Niezwykle wszystko zostało pomyślane… Im dłużej uczę się o prawach natury rządzących nami, naszym rozwojem, fizjologią oraz innymi sferami naszego życia, tym jestem bardziej wdzięczna, że jestem świadkiem tych cudów. O czym mówię? Dzisiaj będzie o oddechu.
W artkule o kryzysach próbowałam przenieść nas do samych początków. Dzisiaj opowiem o początkach z oddechem i jego ogromnej, czasami niedocenionej potędze.
Wyobraź sobie…
Otwierasz oczy i odkrywasz, że znajdujesz się w niezwykłym, rozświetlonym, przytulnym i ciepłym miejscu. Nic ci nie potrzeba, ponieważ zanim poczujesz głód, brzuszek masz pełen. Jak jesteś zmęczony to odpoczywasz. Jest ci cieplutko i milutko. W pewnym momencie jednak, twój przytulny domek robi się ciut za ciasny, twoje ruchy są krępowane przestrzenią. Czujesz bardzo wyraźnie, że czas na zmianę! Przeciskasz się do nowego świata.
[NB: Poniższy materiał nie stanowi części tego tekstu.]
Total liabilities move with assets minus book equity; new debt is long-term (current
liabilities change only with what is assumed). A line the panel does not give stays missing
(never zero), and the reason is kept so that a ratio can say what it needs.
"""

from __future__ import annotations

import math
from collections.abc import Mapping
from dataclasses import dataclass, replace
from typing import Any

from levgap.deal.scenario import Scenario
from levgap.errors import ConfigError

NAN = math.nan
LINES: tuple[str, ...] = (
    "total_assets", "total_debt", "book_equity", "market_equity", "cash", "ppe_net", "ebitda",
    "ebit", "revenue", "interest_expense", "current_assets", "current_liabilities",
    "total_liabilities", "retained_earnings", "rd_expense", "goodwill",
)
"""Statement lines, in the order the outputs show them (``goodwill``: added by the scenario)."""
PANEL_LINES: tuple[str, ...] = LINES[:-1]
"""Lines read from a schema-v1 row (the panel has no goodwill column)."""
TOLERANCE = 1e-9
"""Relative slack of the end checks (a cash balance of -1e-12 after exact funding is zero)."""


@dataclass(frozen=True, slots=True)
class Statement:
    """One firm-year's statement lines (NaN where the panel gives none).

    Parameters
    ----------
    firm_id, industry : str
    fiscal_year : int
    total_assets, total_debt, book_equity, market_equity, cash, ppe_net, ebitda, ebit,
    revenue, interest_expense, current_assets, current_liabilities, total_liabilities,
    retained_earnings, rd_expense : float
        Schema-v1 lines in the results' money unit.
    goodwill : float, default=0.0
        Goodwill added by a scenario.
    firm_name : str, default=""
    """

    firm_id: str
    fiscal_year: int
    industry: str
    total_assets: float
    total_debt: float
    book_equity: float
    ppe_net: float
    ebitda: float
    market_equity: float = NAN
    cash: float = NAN
    ebit: float = NAN
    revenue: float = NAN
    interest_expense: float = NAN
    current_assets: float = NAN
    current_liabilities: float = NAN
    total_liabilities: float = NAN
    retained_earnings: float = NAN
    rd_expense: float = NAN
    goodwill: float = 0.0
    firm_name: str = ""

    @classmethod
    def from_row(cls, row: Mapping[str, Any]) -> Statement:
        """A statement from a validated panel row (a mapping of schema-v1 columns)."""
        def num(col: str) -> float:
            v = row.get(col)
            try:
                f = float(v)  # type: ignore[arg-type]
            except (TypeError, ValueError):
                return NAN
            return f if math.isfinite(f) else NAN

        name = row.get("firm_name")
        return cls(
            firm_id=str(row["firm_id"]), fiscal_year=int(row["fiscal_year"]),
            industry=str(row["industry"]),
            firm_name="" if name is None or name != name else str(name),
            **{c: num(c) for c in PANEL_LINES},
        )

    def lines(self) -> dict[str, float]:
        """Line name -> value, in :data:`LINES` order."""
        return {c: getattr(self, c) for c in LINES}

    def row(self) -> dict[str, Any]:
        """The statement as a schema-v1 row (for scoring with the saved model)."""
        out: dict[str, Any] = {"firm_id": self.firm_id, "fiscal_year": self.fiscal_year,
                               "industry": self.industry, "firm_name": self.firm_name}
        out.update({c: getattr(self, c) for c in PANEL_LINES})
        return out

    def leverage(self, measure: str) -> float:
        """Book (debt / assets) or market (debt / (debt + market equity)) leverage."""
        if measure == "book":
            return self.total_debt / self.total_assets
        denom = self.total_debt + self.market_equity
        return self.total_debt / denom if denom > 0 else NAN


@dataclass(frozen=True, slots=True)
class ProForma:
    """A scenario applied to a firm-year.

    Parameters
    ----------
    scenario : Scenario
    before, after : Statement
    partner : Statement or None
        The other firm's row, for a merger.
    missing : dict of str to str
        Line -> what it needs, for each line of ``after`` that is missing (``"cash"``: the
        panel gives no cash; ``"interest_rate"``: new debt without a stated rate; ...).
    flags : tuple of str
        Notes on the arithmetic (``bargain_purchase_gain``, ``merge_partner_year_differs``,
        ``merge_partner_other_industry``).
    """

    scenario: Scenario
    before: Statement
    after: Statement
    partner: Statement | None = None
    missing: dict[str, str] | None = None
    flags: tuple[str, ...] = ()


def apply_scenario(
    before: Statement, scenario: Scenario, partner: Statement | None = None
) -> ProForma:
    """The pro forma statement of ``before`` after ``scenario`` (see the module docstring).

    Parameters
    ----------
    before : Statement
        The firm's row of the scenario's fiscal year.
    scenario : Scenario
    partner : Statement, optional
        The row of ``scenario.merge_with`` (its latest up to that year); required for a merger.

    Returns
    -------
    ProForma

    Raises
    ------
    ConfigError
        One line naming the file, scenario and key: a merger with the firm itself or without
        the partner's row, a move paid out of cash the panel does not give, or a statement that
        cannot exist after the moves (assets not positive, debt or cash or market value below
        zero, debt above assets).
    """
    s = scenario
    where = s.where()
    v = {c: getattr(before, c) for c in LINES}
    missing = {c: c for c in PANEL_LINES if math.isnan(v[c])}
    flags: list[str] = []
    if s.merge_with is not None:
        _merge(v, missing, flags, before, s, partner, where)
    # after the merger, liabilities move with assets minus book equity (the balance-sheet
    # identity, change by change): the other firm brings its own total liabilities
    assets0 = v["total_assets"] - (s.merge_price or 0.0)  # the price leaves with the cash
    equity0 = v["book_equity"]
    if s.acquires:
        _acquire(v, missing, flags, s)
    if s.expand_assets:
        _expand(v, before, s.expand_assets)
    _finance(v, before, s, where)
    _interest(v, missing, before, s)
    v["total_liabilities"] += (v["total_assets"] - assets0) - (v["book_equity"] - equity0)
    after = replace(before, **v)
    _check_after(after, before, s, where)
    return ProForma(scenario=s, before=before, after=after, partner=partner,
                    missing={c: missing[c] for c in LINES if c in missing}, flags=tuple(flags))


def _add(v: dict[str, float], missing: dict[str, str], line: str, amount: float,
         why: str) -> None:
    if amount == 0.0:
        return
    v[line] = v[line] + amount
    if math.isnan(v[line]) and line not in missing:
        missing[line] = why


def _merge(v: dict[str, float], missing: dict[str, str], flags: list[str], before: Statement,
           s: Scenario, partner: Statement | None, where: str) -> None:
    if s.merge_with == before.firm_id:
        raise ConfigError(
            f"{where}: key merge_with must name another firm; got the firm itself "
            f"({before.firm_id!r})."
        )
    if partner is None or partner.firm_id != s.merge_with:
        raise ConfigError(
            f"{where}: key merge_with must name a firm of the panel with a row up to fiscal "
            f"{before.fiscal_year}; got {s.merge_with!r}, which has none."
        )
    if partner.fiscal_year != before.fiscal_year:
        flags.append("merge_partner_year_differs")
    if partner.industry != before.industry:
        flags.append("merge_partner_other_industry")
    why = f"the {s.merge_with} row's "
    eliminated = ("book_equity", "retained_earnings", "market_equity")
    for c in PANEL_LINES:
        if s.merge_price is not None and c in eliminated:
            continue
        p = getattr(partner, c)
        if math.isnan(p):
            if not math.isnan(v[c]):
                missing[c] = why + c
            v[c] = NAN
        else:
            v[c] = v[c] + p
    if s.merge_price is not None:
        goodwill = s.merge_price - partner.book_equity
        # assets: the partner's assets plus goodwill; the price leaves with the cash (below)
        _goodwill(v, flags, goodwill)
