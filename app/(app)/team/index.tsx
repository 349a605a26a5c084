import { TeamScreen } from '../../../components/screens/TeamScreen';

export default TeamScreen;
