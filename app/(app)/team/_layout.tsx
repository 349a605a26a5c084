import { Redirect, Slot } from 'expo-router';
import React from 'react';
import { useUser } from '../../../hooks/session';

export { ErrorBoundary } from '../../../components/ErrorBoundary';

/** Guard: team management is for admins. */
export default function TeamLayout() {
  const user = useUser();
  if (user.role !== 'admin') return <Redirect href="/" />;
  return <Slot />;
}
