import { Slot } from 'expo-router';
import React from 'react';
import { RoleGuard } from '../../../components/auth/RoleGuard';

export { ErrorBoundary } from '../../../components/ErrorBoundary';

/** Guard: only the roles with the capability (shared/permissions.ts) see these pages. */
export default function TeamLayout() {
  return (
    <RoleGuard capability="manageUsers" what="Team management">
      <Slot />
    </RoleGuard>
  );
}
Przejście jest ciasne, ale dzięki temu wszystkie receptory aktywują się, a z płuc dzięki budowie fizjologicznej mamy i twojej, może wydostać się większa część płynu, który do tej chwili zabezpieczał niepotrzebne w życiu płodowym pęcherzyki płucne. Do tej pory tlen, jedzenie oraz produkty przemiany materii płynęły pępowiną, teraz czeka twoje ciało wielka zmiana. Pępowina nie jest już potrzebna, pod wpływem chłodnego powietrza sama traci swoją moc i obumiera.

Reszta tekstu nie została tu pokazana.